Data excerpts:
↓

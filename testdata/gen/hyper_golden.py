#!/usr/bin/python3
"""Golden values of the hypergeometric distributions for binom.Hyper and
binom.NoncentralHyper.

Writes testdata/hyper_golden.tsv (central) and
testdata/binom_extra_noncentral.tsv (Fisher's noncentral; method described
above main_noncentral). The central file holds, for population N, successes K, draws n
and a value x, the natural logs of P(X = x), P(X <= x) and P(X > x).

Method (independent of the Go code): for N <= 400 every probability is an
exact rational number (Python integers, math.comb) summed exactly and
converted to a logarithm with mpmath at 50 digits. For larger N the PMF is
exp(lgamma differences) in mpmath at 50 digits (50 digits leave about 32
after the cancellation of lgamma at N = 2^53), and a tail is the sum of the
terms outward from the point of the range nearest the mode, by the exact
ratio recurrence in 50-digit arithmetic, stopped when the geometric bound on
the remainder falls below 1e-45 of the partial sum.

Run from the repository root:  /usr/bin/python3 testdata/gen/hyper_golden.py [central|noncentral]
"""
import datetime
import math
from fractions import Fraction

import mpmath

mpmath.mp.dps = 50
EXACT_MAX = 400


def support(N, K, n):
    return max(0, n - (N - K)), min(n, K)


def mode(N, K, n):
    return (n + 1) * (K + 1) // (N + 2)


def log_exact_range(N, K, n, a, b):
    lo, hi = support(N, K, n)
    a, b = max(a, lo), min(b, hi)
    if a > b:
        return mpmath.mpf("-inf")
    s = sum(math.comb(K, x) * math.comb(N - K, n - x) for x in range(a, b + 1))
    f = Fraction(s, math.comb(N, n))
    return mpmath.log(mpmath.mpf(f.numerator)) - mpmath.log(mpmath.mpf(f.denominator))


def logpmf_mp(N, K, n, x):
    lg = mpmath.loggamma
    return (lg(K + 1) - lg(x + 1) - lg(K - x + 1) + lg(N - K + 1) - lg(n - x + 1)
            - lg(N - K - n + x + 1) - lg(N + 1) + lg(n + 1) + lg(N - n + 1))


def log_mp_range(N, K, n, a, b):
    lo, hi = support(N, K, n)
    a, b = max(a, lo), min(b, hi)
    if a > b:
        return mpmath.mpf("-inf")
    c = min(max(mode(N, K, n), a), b)
    l0 = logpmf_mp(N, K, n, c)
    tol = mpmath.mpf(10) ** -45
    s = mpmath.mpf(1)
    # downward from c
    t = mpmath.mpf(1)
    j = c
    while j > a:
        r = mpmath.mpf(j * (N - K - n + j)) / ((K - j + 1) * (n - j + 1))
        t *= r
        j -= 1
        s += t
        if r < 1 and t * r / (1 - r) < tol * s:
            break
    t = mpmath.mpf(1)
    j = c
    while j < b:
        r = mpmath.mpf((K - j) * (n - j)) / ((j + 1) * (N - K - n + j + 1))
        t *= r
        j += 1
        s += t
        if r < 1 and t * r / (1 - r) < tol * s:
            break
    return l0 + mpmath.log(s)


def values(N, K, n, x):
    lo, hi = support(N, K, n)
    rng = log_exact_range if N <= EXACT_MAX else log_mp_range
    return rng(N, K, n, x, x), rng(N, K, n, lo, x), rng(N, K, n, x + 1, hi)


def xs_for(N, K, n):
    lo, hi = support(N, K, n)
    if hi - lo <= 40:
        return list(range(lo - 1, hi + 2))
    m = mode(N, K, n)
    mean = n * K / N
    var = n * K * (N - K) * (N - n) / (N * N * (N - 1))
    sd = math.sqrt(var)
    pts = {lo - 1, lo, lo + 1, lo + 2, hi - 2, hi - 1, hi, hi + 1, m - 1, m, m + 1}
    for z in (0.5, 1, 2, 3, 5, 8, 12, 20, 30, 45, 70):
        pts.add(int(round(mean + z * sd)))
        pts.add(int(round(mean - z * sd)))
    for f in (0.01, 0.1, 0.25, 0.5, 0.75, 0.9, 0.99):
        pts.add(lo + int(f * (hi - lo)))
    return sorted(x for x in pts if lo - 1 <= x <= hi + 1)


def params():
    out = set()
    for N in (0, 1, 2, 3, 4, 5, 7, 10, 20, 37, 50, 100, 400, 1000, 10000, 100000, 1000000):
        fr = (0, 1, 2, N // 100, N // 10, N // 3, N // 2, N - N // 3, N - 1, N)
        for K in fr:
            for n in fr:
                if 0 <= K <= N and 0 <= n <= N:
                    out.add((N, K, n))
    # Asymmetric and tea-tasting style tables.
    out.update({(8, 4, 4), (30, 19, 15), (1000000, 3, 500000), (1000000, 999990, 17),
                (1000000, 250000, 10000), (123457, 61728, 40000)})
    # Beyond 1e6: huge populations with modest spreads.
    out.update({(10**9, 3 * 10**8, 10**4), (10**12, 3 * 10**11, 10**6), (10**12, 10**6, 5 * 10**11),
                (2**53, 2**52, 1000), (10**12, 7, 10**11)})
    return sorted(out)


def fmt(v):
    if v == mpmath.mpf("-inf"):
        return "-Inf"
    if v == 0:
        return "0"
    return mpmath.nstr(v, 22, min_fixed=1, max_fixed=0)


def main():
    lines = []
    ps = params()
    for N, K, n in ps:
        # keep the large-N set moderate in size
        xs = xs_for(N, K, n)
        for x in xs:
            lp, lc, ls = values(N, K, n, x)
            lines.append(f"{N}\t{K}\t{n}\t{x}\t{fmt(lp)}\t{fmt(lc)}\t{fmt(ls)}")
    with open("testdata/hyper_golden.tsv", "w") as f:
        f.write("# Hypergeometric log PMF, log CDF ln P(X <= x) and log survival ln P(X > x).\n")
        f.write("# Columns: N (total) K (successes) n (draws) x logpmf logcdf logsf; -Inf where 0.\n")
        f.write(f"# Exact rational sums for N <= {EXACT_MAX}; 50-digit mpmath sums beyond (see generator).\n")
        f.write("# Generator: /usr/bin/python3 testdata/gen/hyper_golden.py\n")
        f.write(f"# Tool: mpmath {mpmath.__version__} at {mpmath.mp.dps} digits; date {datetime.date.today()}\n")
        for line in lines:
            f.write(line + "\n")
    print(len(lines), "rows")


# ---------------------------------------------------------------------------
# Fisher's noncentral hypergeometric distribution, for binom.NoncentralHyper:
# testdata/binom_extra_noncentral.tsv. Every weight C(K,x) C(N-K,n-x) psi^x
# over the whole support is summed in 50-digit arithmetic (ratio recurrence
# from the bottom of the support; mpmath has no underflow), so the
# normalisation is complete rather than truncated.

NC_PARAMS = [
    (8, 4, 4, "0.1"), (8, 4, 4, "2.5"), (8, 4, 4, "10"),
    (30, 19, 15, "0.01"), (30, 19, 15, "0.5"), (30, 19, 15, "3"), (30, 19, 15, "100"),
    (50, 20, 20, "1e-300"), (50, 20, 20, "1e+300"), (50, 20, 20, "1.0000001"),
    (100, 40, 30, "1e-05"), (100, 40, 30, "0.3"), (100, 40, 30, "7"),
    (1000, 300, 200, "0.001"), (1000, 300, 200, "0.9"), (1000, 300, 200, "1.1"), (1000, 300, 200, "50"),
    (100000, 5000, 40000, "0.2"), (100000, 5000, 40000, "5"),
    (1000000, 500000, 500000, "0.999"), (1000000, 500000, 500000, "1.01"), (1000000, 500000, 500000, "1000"),
    (1000000, 3, 500000, "1000000"), (1000000, 999990, 17, "0.0001"),
]


def nc_terms(N, K, n, psi):
    lo, hi = support(N, K, n)
    t = mpmath.mpf(1)
    ts = [t]
    for j in range(lo, hi):
        t = t * psi * (K - j) * (n - j) / ((j + 1) * (N - K - n + j + 1))
        ts.append(t)
    return lo, hi, ts


def nc_rows(N, K, n, psis):
    psi = mpmath.mpf(float(psis))
    lo, hi, ts = nc_terms(N, K, n, psi)
    # log of the central weight at lo (the terms above are relative to it)
    Z = mpmath.fsum(ts)
    mean = mpmath.fsum(t * (lo + i) for i, t in enumerate(ts)) / Z
    var = mpmath.fsum(t * (lo + i - mean) ** 2 for i, t in enumerate(ts)) / Z
    cum = [mpmath.mpf(0)] * (len(ts) + 1)  # cum[i] = sum ts[:i]
    acc = mpmath.mpf(0)
    for i, t in enumerate(ts):
        acc += t
        cum[i + 1] = acc
    # upper sums computed from the top, so small upper tails are exact
    up = [mpmath.mpf(0)] * (len(ts) + 1)  # up[i] = sum ts[i:]
    acc = mpmath.mpf(0)
    for i in range(len(ts) - 1, -1, -1):
        acc += ts[i]
        up[i] = acc
    sd = mpmath.sqrt(var)
    if hi - lo <= 40:
        xs = list(range(lo - 1, hi + 2))
    else:
        pts = {lo - 1, lo, lo + 1, hi - 1, hi, hi + 1}
        for z in (0, 0.5, 1, 2, 3, 5, 8, 12, 20, 35):
            pts.add(int(mean + z * sd))
            pts.add(int(mean - z * sd))
        xs = sorted(x for x in pts if lo - 1 <= x <= hi + 1)
    rows = [f"mom\t{N}\t{K}\t{n}\t{psis}\t{fmt(mean)}\t{fmt(var)}"]
    ninf = mpmath.mpf("-inf")
    for x in xs:
        i = x - lo
        if x < lo:
            lp, lc, ls = ninf, ninf, mpmath.mpf(0)
        elif x > hi:
            lp, lc, ls = ninf, mpmath.mpf(0), ninf
        else:
            lp = mpmath.log(ts[i] / Z)
            lc = mpmath.log(cum[i + 1] / Z) if x < hi else mpmath.mpf(0)
            ls = mpmath.log(up[i + 1] / Z) if x < hi else ninf
        rows.append(f"pmf\t{N}\t{K}\t{n}\t{psis}\t{x}\t{fmt(lp)}\t{fmt(lc)}\t{fmt(ls)}")
    return rows


def main_noncentral():
    lines = []
    for N, K, n, psis in NC_PARAMS:
        lines.extend(nc_rows(N, K, n, psis))
    with open("testdata/binom_extra_noncentral.tsv", "w") as f:
        f.write("# Fisher's noncentral hypergeometric distribution (odds ratio psi).\n")
        f.write("# Rows 'mom': N K n psi mean variance. Rows 'pmf': N K n psi x logpmf logcdf logsf; -Inf where 0.\n")
        f.write("# psi is the float64 nearest the decimal shown; full-support 50-digit sums (see generator).\n")
        f.write("# Generator: /usr/bin/python3 testdata/gen/hyper_golden.py\n")
        f.write(f"# Tool: mpmath {mpmath.__version__} at {mpmath.mp.dps} digits; date {datetime.date.today()}\n")
        for line in lines:
            f.write(line + "\n")
    print(len(lines), "noncentral rows")


if __name__ == "__main__":
    import sys
    # "central" or "noncentral" regenerates one file only; default both.
    if sys.argv[1:] != ["noncentral"]:
        main()
    if sys.argv[1:] != ["central"]:
        main_noncentral()
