#!/usr/bin/env Rscript
# Golden values for the multiplicity adjustments and the k-sample tests of
# package test, from R base (stats).
#
# Writes testdata/test_karms_r.tsv. Rows (tab-separated; lists are comma-separated):
#   adjust   method  p-values  adjusted        p.adjust(p, method) for holm, hochberg, hommel,
#                                              bonferroni, BH, BY
#   chisq    successes  sizes  X2  p           chisq.test(rbind(x, n - x), correct = FALSE)
#   gtest    successes  sizes  G2  p           the likelihood-ratio statistic 2 sum O log(O/E)
#                                              computed here, p from pchisq(lower.tail = FALSE)
#   exact    successes  sizes  p               fisher.test(rbind(x, n - x)) (network algorithm,
#                                              Freeman-Halton ordering by table probability)
#   gof      counts  shares  X2  p             chisq.test(counts, p = shares)
#   pairs    successes  sizes  method  adjusted   pairwise.prop.test(x, n, p.adjust.method = method,
#                                              correct = FALSE), pairs (1,2), (1,3), ..., (2,3), ...
# Run from the repository root:  Rscript testdata/gen/test_karms.R   (a few seconds)
options(scipen = 100)
num <- function(x) paste(trimws(formatC(x, digits = 17, format = "g")), collapse = ",")
out <- c("# Golden values for multiplicity adjustments and k-sample tests from R base (layout in the generator).",
         "# Generator: Rscript testdata/gen/test_karms.R",
         paste0("# Tool: ", R.version.string),
         paste0("# Date: ", format(Sys.Date())))
add <- function(...) out <<- c(out, paste(..., sep = "\t"))

set.seed(20261203)
vecs <- list(
  c(0.01, 0.02, 0.03, 0.04, 0.05),
  c(0.04, 0.04, 0.04, 0.04),
  c(0, 1, 0.5, 0, 1),
  c(0.001),
  c(1),
  c(0.012, 0.3, 0.012, 0.9, 0.044, 0.044, 0.0001, 0.6, 0.6, 0.05),
  runif(25)^3,
  round(runif(40), 2),
  c(runif(30) * 0.01, runif(30)),
  sort(runif(200)^4),
  runif(1000)^2,
  c(0.0001, 0.0004, 0.0019, 0.0095, 0.0201, 0.0278, 0.0298, 0.0344, 0.0459, 0.3240, 0.4262, 0.5719,
    0.6528, 0.7590, 1.000)  # Benjamini and Hochberg (1995), section 4.2
)
for (p in vecs) for (m in c("holm", "hochberg", "hommel", "bonferroni", "BH", "BY"))
  add("adjust", m, num(p), num(p.adjust(p, m)))

tables <- list(
  list(x = c(5, 9, 12), n = c(20, 20, 20)),
  list(x = c(0, 3, 1, 4), n = c(6, 7, 5, 8)),
  list(x = c(2, 2), n = c(10, 3)),
  list(x = c(1, 4, 0), n = c(3, 5, 2)),
  list(x = c(30, 41, 25, 52, 38), n = c(100, 110, 95, 120, 105)),
  list(x = c(7, 1, 3, 5, 2, 6), n = c(12, 9, 11, 10, 8, 13)),
  list(x = c(12, 20, 8), n = c(200, 210, 190)),
  list(x = c(40, 62, 55), n = c(300, 310, 290)),
  list(x = c(3, 0, 0, 1), n = c(4, 4, 4, 4))
)
for (tb in tables) {
  x <- tb$x; n <- tb$n; m <- rbind(x, n - x)
  cs <- suppressWarnings(chisq.test(m, correct = FALSE))
  add("chisq", num(x), num(n), num(unname(cs$statistic)), num(cs$p.value))
  E <- outer(rowSums(m), colSums(m)) / sum(m)
  g <- 2 * sum(ifelse(m > 0, m * log(m / E), 0))
  add("gtest", num(x), num(n), num(g), num(pchisq(g, length(x) - 1, lower.tail = FALSE)))
  add("exact", num(x), num(n), num(fisher.test(m, workspace = 2e8)$p.value))
}

gofs <- list(
  list(x = c(5023, 4977), s = c(0.5, 0.5)),
  list(x = c(10210, 9790), s = c(0.5, 0.5)),
  list(x = c(3310, 3390, 3300), s = c(1, 1, 1) / 3),
  list(x = c(812, 1190), s = c(0.4, 0.6)),
  list(x = c(7, 3, 10), s = c(0.25, 0.25, 0.5))
)
for (g in gofs) {
  cs <- suppressWarnings(chisq.test(g$x, p = g$s))
  add("gof", num(g$x), num(g$s), num(unname(cs$statistic)), num(cs$p.value))
}
for (tb in tables[c(1, 5, 7, 8)]) for (m in c("holm", "hommel", "BH")) {
  pv <- suppressWarnings(pairwise.prop.test(tb$x, tb$n, p.adjust.method = m, correct = FALSE)$p.value)
  k <- length(tb$x); v <- c()
  for (i in 1:(k - 1)) for (j in (i + 1):k) v <- c(v, pv[j - 1, i])
  add("pairs", num(tb$x), num(tb$n), m, num(v))
}
writeLines(out, "testdata/test_karms_r.tsv")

↑

▶ **Goal of the exercise**: From the records above, pull every line that has the string "recurrence" and copy it.

▶ **Answer to the exercise**:
ratio recurrence in 50-digit arithmetic, stopped when the geometric bound on
# over the whole support is summed in 50-digit arithmetic (ratio recurrence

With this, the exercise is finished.